Vitamin A is important for good eyesight, healthy skin and and a strong immune system. Vitamin A also plays a role in growth and healthy reproduction. Because vitamin A comes in two forms, the term is sometimes used interchangeably with beta carotene, but technically, they are slightly different nutrients. There are other carotenoids too, but they are less studied than beta-carotene.
Preformed vitamin A comes from animal sources such as liver, cod liver oil, eggs and butter and can also be found in fortified milk products and breakfast cereals. This is the form that is used most efficiently by the body, however, it is a fat-soluble vitamin and can become toxic when taken in excess, so getting the correct amount is important. More is not necessarily better in this case.

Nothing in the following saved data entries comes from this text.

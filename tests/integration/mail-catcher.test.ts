import { afterAll, beforeAll, beforeEach, describe, expect, it } from 'vitest';
import { caughtMail } from '$lib/server/db/schema';
import { startCatcher, type Catcher } from '$lib/server/mail/catcher';
import { createMailTransport, type MailTransport } from '$lib/server/mail/transport';
import { isTransient } from '$lib/server/mail/worker';
import { useTestDatabase } from '../setup/test-db';
import { createLogger, setLogger } from '$lib/server/log';
import { Writable } from 'node:stream';

const db = useTestDatabase();

let catcher: Catcher;
let transport: MailTransport;

beforeAll(async () => {
	catcher = await startCatcher({ database: db });
	transport = createMailTransport({ port: catcher.port });
});

afterAll(async () => {
	transport?.close();
	await catcher?.close();
});

beforeEach(async () => {
	await db().delete(caughtMail);
});

const message = {
	from: 'Tideward <no-reply@tideward.test>',
	to: 'ana@tideward.test',
	subject: 'A waypoint for Pebble',
	html: '<p>Pebble has swum <strong>500 km</strong>.</p>',
	text: 'Pebble has swum 500 km.',
	messageId: '<waypoint-1@tideward.test>',
	headers: {
		'List-Unsubscribe': '<http://127.0.0.1:3000/unsubscribe/abc>',
		'List-Unsubscribe-Post': 'List-Unsubscribe=One-Click'
	}
};

describe('mail catcher', () => {
	it('listens on 127.0.0.1 on the port it reports', () => {
		expect(catcher.port).toBeGreaterThan(0);
	});

	it('stores a message sent over SMTP, parsed', async () => {
		const info = await transport.sendMail({
			...message,
			envelope: { from: 'bounce@tideward.test', to: ['ana@tideward.test', 'ben@tideward.test'] }
		});
		expect(info.accepted).toEqual(['ana@tideward.test', 'ben@tideward.test']);

		const rows = await db().select().from(caughtMail);
		expect(rows).toHaveLength(1);
		const [row] = rows;
		expect(row.messageId).toBe('<waypoint-1@tideward.test>');
		expect(row.envelopeFrom).toBe('bounce@tideward.test');
		expect(row.envelopeTo).toEqual(['ana@tideward.test', 'ben@tideward.test']);
		expect(row.subject).toBe('A waypoint for Pebble');
		expect(row.html).toContain('<strong>500 km</strong>');
		expect(row.text?.trim()).toBe('Pebble has swum 500 km.');
		expect(row.headers['list-unsubscribe']).toBe('<http://127.0.0.1:3000/unsubscribe/abc>');
		expect(row.headers['list-unsubscribe-post']).toBe('List-Unsubscribe=One-Click');
		expect(row.headers['message-id']).toBe('<waypoint-1@tideward.test>');
		expect(row.headers.to).toBe('ana@tideward.test');
		expect(row.headers).not.toHaveProperty('content-type');
		expect(row.raw).toMatch(/^Subject: A waypoint for Pebble\r?$/m);
	});

	it('accepts but drops a second copy with the same Message-ID', async () => {
		await transport.sendMail(message);
		const again = await transport.sendMail({ ...message, subject: 'Resent after a crash' });
		expect(again.accepted).toEqual(['ana@tideward.test']);
		await transport.sendMail({ ...message, messageId: '<waypoint-2@tideward.test>' });

		const rows = await db().select().from(caughtMail).orderBy(caughtMail.id);
		expect(rows.map((r) => [r.messageId, r.subject])).toEqual([
			['<waypoint-1@tideward.test>', 'A waypoint for Pebble'],
			['<waypoint-2@tideward.test>', 'A waypoint for Pebble']
		]);
	});

	it('answers 451 when it cannot store, so the sender keeps the message', async () => {
		const lines: { msg?: string; err?: { message?: string } }[] = [];
		setLogger(
			createLogger(
				new Writable({
					write(chunk, _encoding, done) {
						lines.push(JSON.parse(String(chunk)));
						done();
					}
				})
			)
		);
		const broken = await startCatcher({
			database: () => {
				throw new Error('database is down');
			}
		});
		const to = createMailTransport({ port: broken.port });
		try {
			const error = await to.sendMail(message).then(
				() => undefined,
				(e: unknown) => e
			);
			expect(error).toMatchObject({ responseCode: 451 });
			expect(isTransient(error)).toBe(true);
			expect(lines).toContainEqual(
				expect.objectContaining({
					msg: 'mail catcher could not store a message',
					err: expect.objectContaining({ message: 'database is down' })
				})
			);
		} finally {
			to.close();
			await broken.close();
			setLogger(undefined);
		}
		expect(await db().select().from(caughtMail)).toEqual([]);
	});
});
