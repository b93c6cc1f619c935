import { spawnSync } from 'node:child_process';
import { mkdtempSync, writeFileSync } from 'node:fs';
import { tmpdir } from 'node:os';
import { join } from 'node:path';
import sharp from 'sharp';
import { beforeAll, describe, expect, it } from 'vitest';
import { patients, stories, storyPatients } from '$lib/server/db/schema';
import { CARD_HEIGHT, CARD_WIDTH, shareCardSvg } from '$lib/server/og/card';
import { GET as patientCard } from '../../src/routes/og/patients/[slug].png/+server';
import { GET as storiesCard } from '../../src/routes/og/stories.png/+server';
import { GET as storyCard } from '../../src/routes/og/stories/[slug].png/+server';
import { useTestDatabase } from '../setup/test-db';
import { loadStatus, publicEvent } from './public-event';

const db = useTestDatabase();

beforeAll(async () => {
	const base = {
		species: 'kemps_ridley',
		lifeStage: 'juvenile',
		admittedOn: '2026-02-01',
		admissionReason: 'fishing_hook_or_line',
		status: 'in_rehabilitation'
	} as const;
	await db()
		.insert(patients)
		.values([
			{ id: 'p1', slug: 'timon', name: 'Timón', ...base, microchip: '999000000000001' },
			{ id: 'p2', slug: 'oculto', name: 'Oculto', ...base, publicTreatment: 'hidden' },
			{
				id: 'p3',
				slug: 'recuerdo',
				name: 'Recuerdo',
				...base,
				status: 'died',
				publicTreatment: 'memorial'
			}
		]);
	await db()
		.insert(stories)
		.values({
			id: 's1',
			slug: 'a-very-long-story',
			title:
				'A very long story title that goes on well past what one or two lines of a share card can hold, so that it must be shortened',
			kind: 'release',
			status: 'published',
			publishedAt: new Date('2026-03-01T09:00:00Z')
		});
	await db().insert(storyPatients).values({ storyId: 's1', patientId: 'p1' });
});

async function png(response: Response) {
	expect(response.status).toBe(200);
	expect(response.headers.get('content-type')).toBe('image/png');
	const bytes = Buffer.from(await response.arrayBuffer());
	expect(bytes.subarray(0, 8)).toEqual(Buffer.from([137, 80, 78, 71, 13, 10, 26, 10]));
	return { bytes, meta: await sharp(bytes).metadata(), stats: await sharp(bytes).stats() };
}

describe('share images', () => {
	it('draws a 1200 × 630 PNG for a patient, with real text drawn', async () => {
		const { meta, stats } = await png(
			(await patientCard(publicEvent('/og/patients/timon.png', { slug: 'timon' }))) as Response
		);
		expect([meta.width, meta.height]).toEqual([CARD_WIDTH, CARD_HEIGHT]);
		expect(meta.format).toBe('png');
		// White title letters on the dark background: the brightest pixels are near white.
		expect(stats.channels[0].max).toBeGreaterThan(240);
	});

	it('draws cards for a story and for the stories page', async () => {
		for (const response of [
			await storyCard(publicEvent('/og/stories/x.png', { slug: 'a-very-long-story' })),
			await storiesCard(publicEvent('/og/stories.png'))
		]) {
			const { meta } = await png(response as Response);
			expect([meta.width, meta.height]).toEqual([CARD_WIDTH, CARD_HEIGHT]);
		}
	});

	it('answers 304 to its own ETag without drawing again', async () => {
		const first = (await patientCard(
			publicEvent('/og/patients/timon.png', { slug: 'timon' })
		)) as Response;
		const etag = first.headers.get('etag')!;
		expect(etag).toMatch(/^"[\w-]+"$/);
		const again = (await patientCard(
			publicEvent('/og/patients/timon.png', { slug: 'timon' }, { 'if-none-match': etag })
		)) as Response;
		expect(again.status).toBe(304);
		expect(again.headers.get('etag')).toBe(etag);
	});

	it('has no card for a hidden or unknown patient', async () => {
		for (const slug of ['oculto', 'nobody']) {
			expect(
				await loadStatus(() => patientCard(publicEvent(`/og/patients/${slug}.png`, { slug })))
			).toBe(404);
		}
	});

	it('writes letters as paths so that no system font is needed', () => {
		const svg = shareCardSvg({
			eyebrow: 'In rehabilitation',
			title: 'Timón',
			subtitle: "Kemp's ridley · Lepidochelys kempii",
			memorial: false,
			organisation: 'Example Hospital'
		});
		expect(svg).not.toMatch(/<text|font-family|@font-face/);
		expect(svg.match(/<path d="M/g)?.length).toBeGreaterThanOrEqual(4);
	});

	it('draws the same PNG where fontconfig finds no font at all', async () => {
		const svg = shareCardSvg({
			eyebrow: 'Release',
			title: 'Gota goes home',
			subtitle: 'Leatherback · Dermochelys coriacea',
			memorial: false,
			organisation: 'Tideward'
		});
		const here = await sharp(Buffer.from(svg)).png().toBuffer();
		const dir = mkdtempSync(join(tmpdir(), 'no-fonts-'));
		const config = join(dir, 'fonts.conf');
		writeFileSync(
			config,
			`<?xml version="1.0"?><fontconfig><cachedir>${dir}</cachedir></fontconfig>`
		);
		const child = spawnSync(
			process.execPath,
			[
				'--input-type=module',
				'-e',
				"import sharp from 'sharp'; let s = ''; for await (const c of process.stdin) s += c; process.stdout.write(await sharp(Buffer.from(s)).png().toBuffer());"
			],
			{ input: svg, env: { ...process.env, FONTCONFIG_FILE: config }, maxBuffer: 1 << 24 }
		);
		expect(child.status, child.stderr.toString()).toBe(0);
		expect(Buffer.compare(child.stdout, here)).toBe(0);
	});
});
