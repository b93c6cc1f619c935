// The staff outbox page: who may see it, what it counts per supporter-update event, paging and
// filtering, and sending failed messages again (one or all) through the real worker to the
// local SMTP catcher.
import { isActionFailure, isHttpError } from '@sveltejs/kit';
import { asc, count, eq, inArray } from 'drizzle-orm';
import { afterAll, beforeAll, describe, expect, it } from 'vitest';
import type { SessionUser } from '$lib/server/auth/lucia';
import type { Role } from '$lib/roles';
import {
	adoptionLevels,
	adoptions,
	auditLog,
	caughtMail,
	organisationSettings,
	outbox,
	patientEvents,
	patients,
	users
} from '$lib/server/db/schema';
import { startCatcher, type Catcher } from '$lib/server/mail/catcher';
import { OUTBOX_PAGE_SIZE } from '$lib/server/mail/outbox-admin';
import { newMessageId } from '$lib/server/mail/outbox';
import { createMailTransport, type MailTransport } from '$lib/server/mail/transport';
import { runOutboxOnce } from '$lib/server/mail/worker';
import { fanOutEvent } from '$lib/server/updates/fanout';
import { actions, load } from '../../src/routes/staff/outbox/+page.server';
import { useTestDatabase } from '../setup/test-db';

process.env.MAIL_WORKER = 'off';
process.env.ORIGIN = 'https://tideward.example';
const db = useTestDatabase();

const BRISA = crypto.randomUUID();
const OLEAJE = crypto.randomUUID();
const LEVEL = crypto.randomUUID();
const ADDRESS = '1 Shore Road\nPunta Ejemplo, PR 00000';

type Status = 'pending' | 'sent' | 'failed';
type Counts = Record<Status, number>;
interface PageData {
	counts: Counts;
	blocked: 'postal-address' | null;
	status: Status | null;
	page: number;
	pageCount: number;
	total: number;
	events: {
		id: number;
		kind: string;
		patientName: string;
		occurredOn: string;
		outcome: string | null;
		recipientCount: number | null;
		messages: Counts;
	}[];
	messages: { id: number; to: string; subject: string; status: Status; attempts: number }[];
}

function request(path: string, user: SessionUser | null, form?: Record<string, string>) {
	const url = new URL(`https://tideward.example${path}`);
	let req = new Request(url);
	if (form) {
		const body = new FormData();
		for (const [k, v] of Object.entries(form)) body.append(k, v);
		req = new Request(url, { method: 'POST', body });
	}
	return {
		request: req,
		url,
		locals: { user, session: null, requestId: 'test' },
		params: {},
		cookies: { get: () => undefined, set: () => {}, delete: () => {} },
		getClientAddress: () => '127.0.0.1'
	} as never;
}

const view = async (path: string, user: SessionUser) =>
	(await load(request(path, user))) as unknown as PageData;

async function person(roles: Role[]): Promise<SessionUser> {
	const id = crypto.randomUUID();
	const email = `${id.slice(0, 8)}@tideward.test`;
	await db().insert(users).values({ id, email, name: 'Rui Shoal' });
	return { id, email, name: 'Rui Shoal', roles };
}

async function setAddress(address: string) {
	await db()
		.insert(organisationSettings)
		.values({
			id: 1,
			displayName: 'Punta Ejemplo Turtle Hospital',
			legalName: 'Punta Ejemplo Turtle Hospital, Inc.',
			postalAddress: address
		})
		.onConflictDoUpdate({ target: organisationSettings.id, set: { postalAddress: address } });
}

async function patient(id: string, slug: string, name: string) {
	await db().insert(patients).values({
		id,
		slug,
		name,
		species: 'green',
		lifeStage: 'juvenile',
		admittedOn: '2026-01-01',
		admissionReason: 'entanglement',
		status: 'released'
	});
}

async function adopters(patientId: string, prefix: string, n: number) {
	await db()
		.insert(adoptions)
		.values(
			Array.from({ length: n }, (_, i) => ({
				id: crypto.randomUUID(),
				patientId,
				levelId: LEVEL,
				kind: 'self' as const,
				status: 'active' as const,
				interval: 'once' as const,
				amountCents: 2500,
				currency: 'usd',
				supporterEmail: `${prefix}-${String(i).padStart(2, '0')}@example.test`,
				supporterName: `${prefix} ${i}`
			}))
		);
}

async function patientEvent(
	patientId: string,
	kind: (typeof patientEvents.$inferInsert)['kind'],
	payload: Record<string, unknown>
) {
	const [row] = await db()
		.insert(patientEvents)
		.values({ patientId, kind, payload, dedupeKey: `${kind}:${crypto.randomUUID()}` })
		.returning();
	return row;
}

/** A message put straight into the outbox in the given state (not through a fan-out). */
async function message(status: Status, to = 'someone@example.test') {
	const [row] = await db()
		.insert(outbox)
		.values({
			dedupeKey: `test:${crypto.randomUUID()}`,
			category: 'transactional',
			toAddress: to,
			subject: `A ${status} message`,
			html: '<p>Private body of a message</p>',
			text: 'Private body of a message',
			messageId: newMessageId(),
			status,
			attempts: status === 'pending' ? 0 : status === 'sent' ? 1 : 8,
			lastError: status === 'failed' ? '550: mailbox unavailable' : null,
			sentAt: status === 'sent' ? new Date() : null
		})
		.returning();
	return row;
}

const allRows = () => db().select().from(outbox).orderBy(asc(outbox.id));
const auditCount = async () => (await db().select({ n: count() }).from(auditLog))[0].n;

async function rejection(attempt: () => unknown): Promise<unknown> {
	return Promise.resolve()
		.then(attempt)
		.catch((e: unknown) => e);
}

let catcher: Catcher;
let transport: MailTransport;

beforeAll(async () => {
	await setAddress(ADDRESS);
	await db()
		.insert(adoptionLevels)
		.values({ id: LEVEL, slug: 'ripple-o', name: 'Ripple', amountCents: 2500, interval: 'once' });
	await patient(BRISA, 'outbox-brisa', 'Brisa');
	await patient(OLEAJE, 'outbox-oleaje', 'Oleaje');
	await adopters(BRISA, 'brisa', 12);
	await adopters(OLEAJE, 'oleaje', 3);
	catcher = await startCatcher({ database: db });
	transport = createMailTransport({ port: catcher.port });
});

afterAll(async () => {
	transport?.close();
	await catcher?.close();
});

describe('who may use the outbox page', () => {
	it('admin and development staff see it', async () => {
		await message('pending');
		for (const roles of [['admin'], ['development']] as Role[][]) {
			const data = await view('/staff/outbox', await person(roles));
			expect(data.counts.pending).toBeGreaterThanOrEqual(1);
			expect(data.messages.length).toBeGreaterThanOrEqual(1);
		}
	});

	it('supporters, educators and trackers are refused, and their retries change nothing', async () => {
		const failed = await message('failed');
		const before = await allRows();
		const audits = await auditCount();
		for (const role of ['supporter', 'educator', 'tracker'] as Role[]) {
			const user = await person([role]);
			for (const attempt of [
				() => load(request('/staff/outbox', user)),
				() => actions.retry(request('/staff/outbox?/retry', user, { id: String(failed.id) })),
				() => actions.retryAll(request('/staff/outbox?/retryAll', user, {}))
			]) {
				expect(isHttpError(await rejection(attempt), 403), role).toBe(true);
			}
		}
		// Signed out: an action gets 401, not a redirect that a form would follow.
		const visitor = await rejection(() =>
			actions.retryAll(request('/staff/outbox?/retryAll', null, {}))
		);
		expect(isHttpError(visitor, 401)).toBe(true);
		expect(await allRows()).toEqual(before);
		expect(await auditCount()).toBe(audits);
	});

	it('warns while updates are blocked by a missing postal address', async () => {
		const admin = await person(['admin']);
		await setAddress('   ');
		expect((await view('/staff/outbox', admin)).blocked).toBe('postal-address');
		await setAddress(ADDRESS);
		expect((await view('/staff/outbox', admin)).blocked).toBeNull();
	});
});

describe('supporter updates per event', () => {
	let homecoming: typeof patientEvents.$inferSelect;
	let waypoint: typeof patientEvents.$inferSelect;

	it('counts each event’s messages by state, as the worker left them', async () => {
		await db().delete(outbox);
		homecoming = await patientEvent(BRISA, 'released', {
			releaseOn: '2026-11-20',
			publicArea: 'off the north coast'
		});
		waypoint = await patientEvent(OLEAJE, 'waypoint', {
			distanceKm: 512,
			distanceMi: 318,
			cutoffDate: '2026-11-25',
			daysSinceRelease: 9
		});
		expect(await fanOutEvent(homecoming)).toBe(12);
		expect(await fanOutEvent(waypoint)).toBe(3);

		// The worker takes the oldest rows first: Brisa's. Five reach the catcher, then four meet
		// a closed port and, with one attempt allowed, are given up.
		expect(await runOutboxOnce({ database: db(), transport, batchSize: 5 })).toMatchObject({
			sent: 5
		});
		const closed = createMailTransport({ port: 1 });
		expect(
			await runOutboxOnce({ database: db(), transport: closed, batchSize: 4, maxAttempts: 1 })
		).toMatchObject({ failed: 4 });
		closed.close();

		const data = await view('/staff/outbox', await person(['development']));
		expect(data.counts).toEqual({ pending: 6, sent: 5, failed: 4 });
		const brisa = data.events.find((e) => e.id === homecoming.id);
		const oleaje = data.events.find((e) => e.id === waypoint.id);
		expect(brisa).toMatchObject({
			kind: 'released',
			patientName: 'Brisa',
			occurredOn: homecoming.occurredAt.toISOString().slice(0, 10),
			outcome: 'sent',
			recipientCount: 12,
			messages: { pending: 3, sent: 5, failed: 4 }
		});
		expect(oleaje).toMatchObject({
			kind: 'waypoint',
			patientName: 'Oleaje',
			outcome: 'sent',
			recipientCount: 3,
			messages: { pending: 3, sent: 0, failed: 0 }
		});
		// Newest event first.
		expect(data.events.findIndex((e) => e.id === waypoint.id)).toBeLessThan(
			data.events.findIndex((e) => e.id === homecoming.id)
		);
		const [{ caught }] = await db().select({ caught: count() }).from(caughtMail);
		expect(caught).toBe(5);

		// Subjects only: no body, footer or unsubscribe link of anyone's message reaches the page.
		const [sample] = await db()
			.select()
			.from(outbox)
			.where(eq(outbox.patientEventId, homecoming.id))
			.limit(1);
		expect(sample.text).toContain('1 Shore Road');
		const json = JSON.stringify(data);
		expect(json).toContain(sample.subject);
		expect(json).not.toContain('1 Shore Road');
		expect(json).not.toContain('/api/unsubscribe/');
		expect(json).not.toContain('/preferences/');
	});

	it('lists 50 messages a page, newest first, filtered by state from the query string', async () => {
		const admin = await person(['admin']);
		for (let i = 0; i < 55; i++) await message('sent', `paged-${i}@example.test`);

		const sent = await view('/staff/outbox?status=sent', admin);
		expect(sent).toMatchObject({ status: 'sent', page: 1, total: 60, pageCount: 2 });
		expect(sent.messages).toHaveLength(OUTBOX_PAGE_SIZE);
		expect(sent.messages.every((m) => m.status === 'sent')).toBe(true);
		expect(sent.messages[0].to).toBe('paged-54@example.test');

		const second = await view('/staff/outbox?status=sent&page=2', admin);
		expect(second.messages).toHaveLength(10);
		expect(second.messages.every((m) => m.status === 'sent')).toBe(true);

		const failed = await view('/staff/outbox?status=failed', admin);
		expect(failed.total).toBe(4);
		expect(failed.messages.every((m) => m.status === 'failed')).toBe(true);

		const everything = await view('/staff/outbox?status=nonsense&page=0', admin);
		expect(everything).toMatchObject({ status: null, page: 1, total: 70, pageCount: 2 });
		const ids = everything.messages.map((m) => m.id);
		expect(ids).toEqual([...ids].sort((a, b) => b - a));
	});

	it('sends a retried failed message through the worker to the catcher', async () => {
		const admin = await person(['admin']);
		const [failed] = await db()
			.select()
			.from(outbox)
			.where(eq(outbox.status, 'failed'))
			.orderBy(asc(outbox.id))
			.limit(1);
		expect(failed).toMatchObject({ patientEventId: homecoming.id, attempts: 1 });
		expect(failed.lastError).toMatch(/ECONNREFUSED/);

		const result = await actions.retry(
			request('/staff/outbox?/retry', admin, { id: String(failed.id) })
		);
		expect(result).toEqual({ done: `Message ${failed.id} is queued again.` });
		const [queued] = await db().select().from(outbox).where(eq(outbox.id, failed.id));
		expect(queued).toMatchObject({
			status: 'pending',
			attempts: 1,
			lastError: failed.lastError,
			lockedUntil: null
		});
		expect(queued.nextAttemptAt.getTime()).toBeGreaterThanOrEqual(failed.nextAttemptAt.getTime());
		const [entry] = await db()
			.select()
			.from(auditLog)
			.where(eq(auditLog.subject, String(failed.id)));
		expect(entry).toMatchObject({ actorId: admin.id, action: 'mail.retried' });

		const counts = (await view('/staff/outbox', admin)).events.find(
			(e) => e.id === homecoming.id
		)?.messages;
		expect(counts).toEqual({ pending: 4, sent: 5, failed: 3 });

		for (let i = 0; i < 10; i++) {
			const run = await runOutboxOnce({ database: db(), transport, batchSize: 50 });
			if (run.claimed === 0) break;
		}
		const [after] = await db().select().from(outbox).where(eq(outbox.id, failed.id));
		expect(after).toMatchObject({ status: 'sent', attempts: 2, lastError: null });
		const copies = await db()
			.select({ to: caughtMail.envelopeTo })
			.from(caughtMail)
			.where(eq(caughtMail.messageId, failed.messageId));
		expect(copies).toEqual([{ to: [failed.toAddress] }]);
	});

	it('puts every failed message back with “Retry all failed”, attempts kept', async () => {
		const development = await person(['development']);
		const failed = await db()
			.select()
			.from(outbox)
			.where(eq(outbox.status, 'failed'))
			.orderBy(asc(outbox.id));
		expect(failed).toHaveLength(3);
		const result = await actions.retryAll(request('/staff/outbox?/retryAll', development, {}));
		expect(result).toEqual({ done: '3 failed messages are queued again.' });
		const rows = await db()
			.select()
			.from(outbox)
			.where(
				inArray(
					outbox.id,
					failed.map((f) => f.id)
				)
			)
			.orderBy(asc(outbox.id));
		expect(rows.map((r) => [r.id, r.status, r.attempts, r.lastError, r.lockedUntil])).toEqual(
			failed.map((f) => [f.id, 'pending', f.attempts, f.lastError, null])
		);
		expect((await view('/staff/outbox', development)).counts.failed).toBe(0);
		expect(await actions.retryAll(request('/staff/outbox?/retryAll', development, {}))).toEqual({
			done: 'There were no failed messages to retry.'
		});
	});

	it('refuses to retry a message that is not failed, or does not exist, and changes nothing', async () => {
		const admin = await person(['admin']);
		const sent = await message('sent');
		const pending = await message('pending');
		const before = await allRows();
		const audits = await auditCount();
		const cases: [string, number, RegExp][] = [
			[String(sent.id), 409, /already sent; only failed messages can be retried/],
			[String(pending.id), 409, /still queued; only failed messages can be retried/],
			['2147483000', 404, /There is no message 2147483000/],
			['abc', 400, /Choose a message to retry/],
			['-3', 400, /Choose a message to retry/],
			['1.5', 400, /Choose a message to retry/],
			['99999999999999', 400, /Choose a message to retry/]
		];
		for (const [id, status, text] of cases) {
			const result = await actions.retry(request('/staff/outbox?/retry', admin, { id }));
			expect(isActionFailure(result), id).toBe(true);
			const failure = result as { status: number; data: { errors: { id: string } } };
			expect(failure.status, id).toBe(status);
			expect(failure.data.errors.id, id).toMatch(text);
		}
		const missing = await actions.retry(request('/staff/outbox?/retry', admin, {}));
		expect(isActionFailure(missing)).toBe(true);
		expect(await allRows()).toEqual(before);
		expect(await auditCount()).toBe(audits);
	});
});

Provitamin A, or carotenoids such as beta-carotene, are found in dark green leafy vegetables and orange-colored vegetables. Beta carotene has to be converted in your body to make vitamin A. This makes it more difficult to overdose on beta carotene; however, high doses from supplements, especially for smokers, may increase the risk of lung cancer. This is another example of why it is good to check with a registered dietitian nutritionist before starting a supplement.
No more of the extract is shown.